= Task objective =
From the entries that follow, reproduce exactly and only the lines from the line with "from fractions import Fraction" to the line with "if not (names", endpoints included.

Recorded data:
BEGIN

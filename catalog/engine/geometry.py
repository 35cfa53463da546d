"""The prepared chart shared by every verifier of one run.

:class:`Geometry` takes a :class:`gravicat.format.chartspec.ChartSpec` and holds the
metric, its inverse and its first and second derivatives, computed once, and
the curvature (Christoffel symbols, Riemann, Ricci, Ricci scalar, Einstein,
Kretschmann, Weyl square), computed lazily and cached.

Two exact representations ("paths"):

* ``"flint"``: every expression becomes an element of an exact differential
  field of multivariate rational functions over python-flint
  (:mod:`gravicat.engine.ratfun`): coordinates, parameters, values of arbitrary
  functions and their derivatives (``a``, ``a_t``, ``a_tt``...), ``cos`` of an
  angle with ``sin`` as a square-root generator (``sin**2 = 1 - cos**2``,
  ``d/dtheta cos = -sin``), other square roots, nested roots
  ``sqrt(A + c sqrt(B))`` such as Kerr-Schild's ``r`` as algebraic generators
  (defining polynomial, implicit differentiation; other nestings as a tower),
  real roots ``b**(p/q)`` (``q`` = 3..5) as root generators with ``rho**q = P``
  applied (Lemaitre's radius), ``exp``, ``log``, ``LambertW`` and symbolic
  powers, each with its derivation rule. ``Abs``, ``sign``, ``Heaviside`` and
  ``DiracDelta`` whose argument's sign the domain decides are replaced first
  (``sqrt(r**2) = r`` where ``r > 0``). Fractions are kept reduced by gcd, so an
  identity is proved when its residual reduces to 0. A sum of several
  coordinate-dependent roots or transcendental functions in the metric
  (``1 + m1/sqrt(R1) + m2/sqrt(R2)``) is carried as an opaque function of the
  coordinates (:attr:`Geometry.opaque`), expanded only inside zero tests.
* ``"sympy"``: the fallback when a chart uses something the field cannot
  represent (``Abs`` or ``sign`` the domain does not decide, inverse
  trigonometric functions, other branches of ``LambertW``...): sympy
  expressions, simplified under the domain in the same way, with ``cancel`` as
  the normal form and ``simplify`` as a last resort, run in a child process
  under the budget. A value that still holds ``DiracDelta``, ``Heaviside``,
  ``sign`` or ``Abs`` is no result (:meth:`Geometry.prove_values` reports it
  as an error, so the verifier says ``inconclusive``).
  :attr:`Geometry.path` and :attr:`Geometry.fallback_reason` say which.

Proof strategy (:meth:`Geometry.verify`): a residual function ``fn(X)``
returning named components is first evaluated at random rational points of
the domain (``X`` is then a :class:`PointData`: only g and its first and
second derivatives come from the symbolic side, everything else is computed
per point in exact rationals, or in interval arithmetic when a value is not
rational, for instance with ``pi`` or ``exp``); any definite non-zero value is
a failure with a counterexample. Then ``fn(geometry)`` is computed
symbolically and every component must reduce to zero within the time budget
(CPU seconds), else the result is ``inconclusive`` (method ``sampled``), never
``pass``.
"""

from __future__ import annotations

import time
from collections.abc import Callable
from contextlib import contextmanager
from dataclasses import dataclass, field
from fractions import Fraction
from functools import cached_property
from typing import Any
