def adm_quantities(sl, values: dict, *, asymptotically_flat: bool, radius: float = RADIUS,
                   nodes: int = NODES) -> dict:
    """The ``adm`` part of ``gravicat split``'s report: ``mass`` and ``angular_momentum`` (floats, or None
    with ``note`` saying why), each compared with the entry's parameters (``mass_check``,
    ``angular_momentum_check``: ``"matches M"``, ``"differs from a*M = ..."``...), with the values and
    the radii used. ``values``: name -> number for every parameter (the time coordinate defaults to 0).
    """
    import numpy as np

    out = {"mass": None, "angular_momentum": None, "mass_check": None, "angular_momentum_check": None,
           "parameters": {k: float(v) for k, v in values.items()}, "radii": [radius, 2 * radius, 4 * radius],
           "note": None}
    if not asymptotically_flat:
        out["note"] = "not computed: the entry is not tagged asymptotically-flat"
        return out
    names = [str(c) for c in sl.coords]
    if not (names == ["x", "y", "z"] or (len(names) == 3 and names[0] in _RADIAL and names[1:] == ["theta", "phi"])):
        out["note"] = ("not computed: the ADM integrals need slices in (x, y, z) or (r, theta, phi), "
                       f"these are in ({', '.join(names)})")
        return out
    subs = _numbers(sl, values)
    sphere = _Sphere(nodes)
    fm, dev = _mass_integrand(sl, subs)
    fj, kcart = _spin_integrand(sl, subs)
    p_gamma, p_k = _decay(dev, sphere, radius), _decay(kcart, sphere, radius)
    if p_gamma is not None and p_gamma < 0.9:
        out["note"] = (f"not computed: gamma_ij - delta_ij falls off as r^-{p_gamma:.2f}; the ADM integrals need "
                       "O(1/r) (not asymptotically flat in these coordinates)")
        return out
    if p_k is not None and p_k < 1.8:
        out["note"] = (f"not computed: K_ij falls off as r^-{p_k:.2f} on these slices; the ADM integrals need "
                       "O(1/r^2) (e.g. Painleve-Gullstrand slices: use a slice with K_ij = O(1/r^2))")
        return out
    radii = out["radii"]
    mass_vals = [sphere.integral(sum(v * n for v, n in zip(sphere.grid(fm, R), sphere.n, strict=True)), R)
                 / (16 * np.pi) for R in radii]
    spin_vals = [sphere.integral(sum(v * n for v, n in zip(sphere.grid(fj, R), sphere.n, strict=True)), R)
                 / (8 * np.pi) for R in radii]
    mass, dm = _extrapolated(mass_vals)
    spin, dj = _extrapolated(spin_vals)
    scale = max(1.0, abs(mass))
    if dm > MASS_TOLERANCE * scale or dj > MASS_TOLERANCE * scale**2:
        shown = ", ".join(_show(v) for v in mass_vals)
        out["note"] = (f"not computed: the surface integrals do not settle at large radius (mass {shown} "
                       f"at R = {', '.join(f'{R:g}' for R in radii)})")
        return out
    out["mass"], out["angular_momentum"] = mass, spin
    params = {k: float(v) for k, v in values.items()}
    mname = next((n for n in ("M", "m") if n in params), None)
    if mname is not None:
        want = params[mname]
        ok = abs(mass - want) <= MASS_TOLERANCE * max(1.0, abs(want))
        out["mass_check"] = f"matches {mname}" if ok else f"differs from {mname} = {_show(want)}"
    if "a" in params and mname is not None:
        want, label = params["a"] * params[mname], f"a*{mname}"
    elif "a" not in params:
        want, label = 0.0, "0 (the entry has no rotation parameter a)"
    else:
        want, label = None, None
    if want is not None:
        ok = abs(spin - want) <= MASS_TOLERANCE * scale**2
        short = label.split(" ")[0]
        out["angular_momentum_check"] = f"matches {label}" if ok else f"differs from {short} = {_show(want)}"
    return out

END

= Written response =
from fractions import Fraction
from functools import cached_property
from typing import Any
def adm_quantities(sl, values: dict, *, asymptotically_flat: bool, radius: float = RADIUS,
                   nodes: int = NODES) -> dict:
    """The ``adm`` part of ``gravicat split``'s report: ``mass`` and ``angular_momentum`` (floats, or None
    with ``note`` saying why), each compared with the entry's parameters (``mass_check``,
    ``angular_momentum_check``: ``"matches M"``, ``"differs from a*M = ..."``...), with the values and
    the radii used. ``values``: name -> number for every parameter (the time coordinate defaults to 0).
    """
    import numpy as np

    out = {"mass": None, "angular_momentum": None, "mass_check": None, "angular_momentum_check": None,
           "parameters": {k: float(v) for k, v in values.items()}, "radii": [radius, 2 * radius, 4 * radius],
           "note": None}
    if not asymptotically_flat:
        out["note"] = "not computed: the entry is not tagged asymptotically-flat"
        return out
    names = [str(c) for c in sl.coords]
    if not (names == ["x", "y", "z"] or (len(names) == 3 and names[0] in _RADIAL and names[1:] == ["theta", "phi"])):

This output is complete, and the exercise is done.